Posted by gberke on September 27,2012 | 03:02 PM
A darn good interview by Rosenbaum. Welcome to the USA, Martin! He's just the sort of guy we need after the passing of his friend Christopher Hitchens. The latter of course is irreplaceable but Amis has an equivalent non conformity that should shake up American intellectual lethargy. We should be honored that both of these creative spirits chose to live in America. And thank the UK for not appreciating either adequately. Once again we see how one of the strengths of our country is its ability to attract talent from afar.

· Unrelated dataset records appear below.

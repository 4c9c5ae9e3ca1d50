"""The window in words: when to stop, how sure that is, what ends it, and when to look."""

from __future__ import annotations

from collections.abc import Callable, Sequence
from typing import TYPE_CHECKING

from stackmill.documents.recipe import Beam, Process, Strip
from stackmill.planning.stops import StopTable, deciding
from stackmill.planning.windows import FIRST_LOOK_RISK, Window
from stackmill.report.words import percent
from stackmill.units import clock, format_time

if TYPE_CHECKING:
    from stackmill.planning.carrying import SurfaceTimes

_UNRESOLVED = 0.01  # of a region's area: a cell that misses more of it says so
_SAME_S, _SAME_SHARE, _SAME_CHANCE = 10.0, 0.005, 0.02  # moves smaller than these change no plan at the mill


def window_in_words(table: StopTable, window: Window) -> list[str]:
    """The window, line by line."""
    lines = [f"Goal: {goal_name(table)} in {', '.join(goal_regions(table))}, {_goal_level(table)}."]
    lines += _no_window(table, window) if window.exposed_s is None else _safe_window(table, window)
    lines += _look(table, window)
    if window.best_chance > 0.0:
        lines.append(f"  Left standing at the stop: {percent(window.left_standing)} of the goal's area.")
    if window.stop_s is not None:
        lines += _planned_end(table, window.stop_s, window.lost_s)
    return lines + surface_in_words(table, window)


def surface_in_words(table: StopTable, window: Window) -> list[str]:
    """What surfaces made of the window: confirmed, corrected, or why it stays provisional."""
    if table.correction is None:
        if not table.provisional:
            return []
        return [
            "  PROVISIONAL: facets or shadows reach into a column that decides before it does. Leave out --flat"
            " to have a surface put it right."
        ]
    lines = []
    if table.correction.surfaces:
        run = ", ".join(map(_one_surface(table), table.correction.surfaces))
        lines.append(f"  {_moved(table, window)} BY THE SURFACE: {run}.")
        runs = max(surface.runs for surface in table.correction.surfaces)
        lines.append(
            f"  The surface's times at best values are carried to all draws by {runs} draws run on it, good to ±"
            f" {format_time(table.correction.error_s)} (1 sd, held in the chances)."
        )
        lines += _caveats(table, table.correction.surfaces)
    for where, why in table.correction.unsaid:
        if where in deciding(window):
            lines.append(f"  PROVISIONAL: {column_name(table, *where)} decides, and by its own column only: {why}.")
        else:
            lines.append(f"  By its own column only: {column_name(table, *where)}: {why}.")
    return lines


def _caveats(table: StopTable, surfaces: Sequence[SurfaceTimes]) -> list[str]:
    """What the surfaces that were run cannot know."""
    from stackmill.planning.correction import crosses_a_via

    job = table.ensemble.inputs.job
    lines = []
    cells = {s.region for s in surfaces if s.cut is None}
    lines_only = [s for s in surfaces if s.cut is not None and s.region not in cells]
    walls = [s for s in lines_only if s.cut is not None and crosses_a_via(job, s.region, s.cut)]
    tilted = any(isinstance(step, Beam) and step.incidence > 0.0 for step in job.recipe.steps)
    if walls and tilted:
        lines.append("  A section takes a via for a wall, whose shadow is longer: --cell takes it as it is.")
    if lines_only and job.goal and job.goal.clear < 1.0:
        lines.append("  A section speaks for the area by one line across it: --cell weighs all of it.")
    for surface in surfaces:
        if surface.unresolved > _UNRESOLVED:
            name = job.column_map.regions[surface.region].name
            lines.append(
                f"  TOO COARSE: {percent(surface.unresolved)} of {name} lies in films narrower than the cell's grid."
            )
    if any(getattr(step, "seen", None) for step in job.recipe.steps):
        lines.append("  The moments at which the eye stops a step are by columns: where pillars stand, it sees sooner.")
    return lines


def _moved(table: StopTable, window: Window) -> str:
    """Confirmed, or corrected from what."""
    flat = table.flat_window
    assert flat is not None
    if (flat.exposed_s is None) != (window.exposed_s is None):
        was = "no window" if flat.exposed_s is None else "a window"
        return f"CORRECTED (by columns alone there was {was})"
    moves = [abs(window.best_stop_s - flat.best_stop_s)]
    moves += [abs(a - b) for a, b in ((window.exposed_s, flat.exposed_s), (window.lost_s, flat.lost_s)) if a and b]
    small = max(moves) <= max(_SAME_S, _SAME_SHARE * window.best_stop_s)
    if small and abs(window.best_stop_chance - flat.best_stop_chance) <= _SAME_CHANCE:
        return "CONFIRMED"
    return (
        f"CORRECTED (by columns alone: {_at(table, flat, flat.best_stop_s)}, chance"
        f" {chance_text(flat.best_stop_chance)})"
    )


def _one_surface(table: StopTable) -> Callable[[SurfaceTimes], str]:
    regions = table.ensemble.inputs.job.column_map.regions

    def words(surface: SurfaceTimes) -> str:
        name = regions[surface.region].name
        if surface.cut is None:
            once = ", at best values" if surface.runs == 1 else ""
            return f"the cell of {name}, {surface.points} points along x{once}"
        return f"section {surface.cut} of {name}, {surface.points} points"

    return words


def _no_window(table: StopTable, window: Window) -> list[str]:
    if window.exposed_by is None:
        return ["THE GOAL IS NEVER EXPOSED: it stays covered, or the recipe ends before."]
    verdict = "NO STOP SUCCEEDS in any draw: by the time the goal is exposed, something is lost."
    if window.best_chance > 0.0:
        stop = _at(table, window, window.best_stop_s)
        verdict = f"NO SAFE WINDOW at {percent(window.confidence)}: the best stop, {stop}, has a chance of"
        verdict += f" {chance_text(window.best_stop_chance)}."
    return [
        verdict,
        f"  In conflict: {column_name(table, *window.exposed_by)} is exposed last,"
        f" {lost_by(table, window) or 'nothing'} is lost first.",
    ]


def _safe_window(table: StopTable, window: Window) -> list[str]:
    assert window.exposed_s is not None
    assert window.stop_s is not None
    assert window.chance is not None
    assert window.exposed_by is not None
    sure = percent(window.confidence)
    start = _at(table, window, window.exposed_s)
    stop = _at(table, window, window.stop_s) + _after(table, window.stop_s)
    lines = [f"STOP AT {stop}: chance {chance_text(window.chance)}."]
    if window.lost_s is not None:
        wide = format_time(window.lost_s - window.exposed_s)
        lines.append(f"  Window at {sure}: from {start} on, for {wide}.")
        lines.append(f"  LATEST STOP {_at(table, window, window.lost_s)}.")
    elif window.by_eye:
        eye = leg_name(table, window.leg + 1)
        lines.append(f"  Window at {sure}: from {start} until the eye stops {eye!r}; stop there, start no later step.")
    else:
        lines.append(f"  Window at {sure}: from {start} on.")
    lines.append(f"  Exposed last: {column_name(table, *window.exposed_by)}.")
    if window.lost_s is not None:
        lines.append(f"  Lost first: {lost_by(table, window) or 'nothing'}.")
    return lines


def _after(table: StopTable, stop_s: float) -> str:
    """Which strips and processes stand at the very moment of a stop, and come before it."""
    recipe = table.ensemble.inputs.job.recipe
    if not any(isinstance(step, Beam) for step in recipe.steps):
        return ""
    spans = zip(table.ensemble.best.spans, recipe.steps, strict=False)
    names = [repr(s.name) for s, step in spans if isinstance(step, Process | Strip) and s.start_s[0] == stop_s]
    return f", after {' and '.join(names)}" if names and stop_s > 0.0 else ""


def _look(table: StopTable, window: Window) -> list[str]:
    """When to look: in this leg if that is in time, before it if not."""
    lines = []
    if window.lost_before >= FIRST_LOOK_RISK:
        chance = chance_text(window.lost_before)
        if window.leg:
            lines.append(
                f"  LOST BEFORE {leg_name(table, window.leg)!r} is stopped with a chance of {chance}: look earlier."
            )
        else:
            lines.append(f"  LOST FROM THE START with a chance of {chance}: what is to be kept is thinner than that.")
    if window.first_look_s is None:
        return lines
    moment = _at(table, window, window.first_look_s, window.first_look_leg)
    if window.first_look_leg == window.leg and window.first_look_s >= window.best_stop_s:
        return [*lines, f"  Look at the stop. The chance of loss stays under 5 % until {moment}."]
    which = "Next look" if window.first_look_leg else "First look"
    return [*lines, f"  {which} no later than {moment}: until then the chance of loss is under 5 %."]


def _at(table: StopTable, window: Window, time_s: float, leg: int | None = None) -> str:
    """A moment on the clock, and from the last stop by eye where there is one before it."""
    leg = window.leg if leg is None else leg
    if not leg:
        return clock(time_s)
    since = clock(max(time_s - float(table.ensemble.best_outcome.leg_start_s[leg][0]), 0.0))
    return f"{clock(time_s)} ({since} after {leg_name(table, leg)!r} is stopped)"


def chance_text(chance: float) -> str:
    """A chance with two decimals, and never as certain as it is not."""
    if chance >= 0.995:
        return "over 0.99"
    return "under 0.01" if 0.0 < chance < 0.005 else f"{chance:.2f}"


def _planned_end(table: StopTable, stop_s: float, lost_s: float | None) -> list[str]:
    """What the stop means for the recipe: steps left unused, or staying beyond its end."""
    recipe = table.ensemble.inputs.job.recipe
    spans = table.ensemble.best.spans[: len(recipe.steps)]
    # A strip or a process at the very moment of the stop belongs to it: the clock stands while it runs.
    milling = [span for span, step in zip(spans, recipe.steps, strict=True) if isinstance(step, Beam)]
    others = [span for span, step in zip(spans, recipe.steps, strict=True) if isinstance(step, Process | Strip)]
    unused = [span.name for span in milling if span.start_s[0] >= stop_s]
    unused += [span.name for span in others if milling and span.start_s[0] > stop_s]
    if unused:
        return [f"  The stop leaves unused: {', '.join(unused)}."]
    end = float(spans[-1].end_s[0])
    beyond = [
        what for what, time in (("the stop", stop_s), ("the latest stop", lost_s or 0.0)) if time > end * (1 + 1e-9)
    ]
    if not beyond:
        return []
    last = next(span.name for span in reversed(spans) if span.length_s[0] > 0.0)
    lies = "lie" if len(beyond) > 1 else "lies"
    staying = f"staying on means more of {last!r}, with what is covered still covered"
    return [f"  The recipe ends at {clock(end)}; {' and '.join(beyond)} {lies} beyond it: {staying}."]


def leg_name(table: StopTable, leg: int) -> str:
    """What the stopwatch counts from in a leg: `start`, or the step that the eye stopped."""
    if not leg:
        return "start"
    by_eye = [step.name for step in table.ensemble.inputs.job.recipe.steps if getattr(step, "seen", None)]
    return by_eye[leg - 1]


def goal_name(table: StopTable) -> str:
    """LAYER or LAYER / FEATURE."""
    goal = table.ensemble.inputs.job.goal
    assert goal is not None
    return goal.layer if goal.feature is None else f"{goal.layer} / {goal.feature}"


def goal_regions(table: StopTable) -> list[str]:
    """The regions in which the goal is wanted."""
    regions = table.ensemble.inputs.job.column_map.regions
    return list(dict.fromkeys(regions[r].name for r, _ in table.ensemble.best_outcome.wanted))


def _goal_level(table: StopTable) -> str:
    goal = table.ensemble.inputs.job.goal
    assert goal is not None
    where = "its top" if goal.at.top else f"at {100 * goal.at.fraction:.3g} % ± {goal.at.half_width:.3g} nm"
    return f"{where} clear over {100 * goal.clear:.3g} % of its area"


def column_name(table: StopTable, region: int, column: int) -> str:
    """REGION: SEQUENCE."""
    found = table.ensemble.inputs.job.column_map.regions[region]
    return f"{found.name}: {found.label(column)}"


def lost_by(table: StopTable, window: Window) -> str | None:
    """The column, or the keep in it, that is most often lost first; None where nothing ever is."""
    if window.lost_by is None:
        return None
    name = column_name(table, *window.lost_by)
    if window.lost_keep < 0:
        return name
    keep = table.ensemble.inputs.job.keeps[window.lost_keep]
    what = keep.layer if keep.feature is None else f"{keep.layer} / {keep.feature}"
    return f"{what} to keep at {name}"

Posted by james dalglish on September 10,2012 | 12:11 AM
He lost me at Canadian geese.
Posted by gene on September 7,2012 | 02:02 PM
How does Ron Rosenbaum write about Primo Levi as being a Holocaust survivor, and not write that he died by suicide? Even Elie Wiesel commented that Levi "died in the... camps" upon Levi's passing. This is an important omission when discussing the subject of the Holocaust in any article.
Posted by Helene Glanzberg on September 5,2012 | 12:41 PM
Amis appreciates the ways in which the US is different from the UK. But the politics he likes are the ones that made the UK what he does not like, and he supports the same politics here. thanks to leftwingers like him, the west is dying. Soon there will be no place to go, no refuge.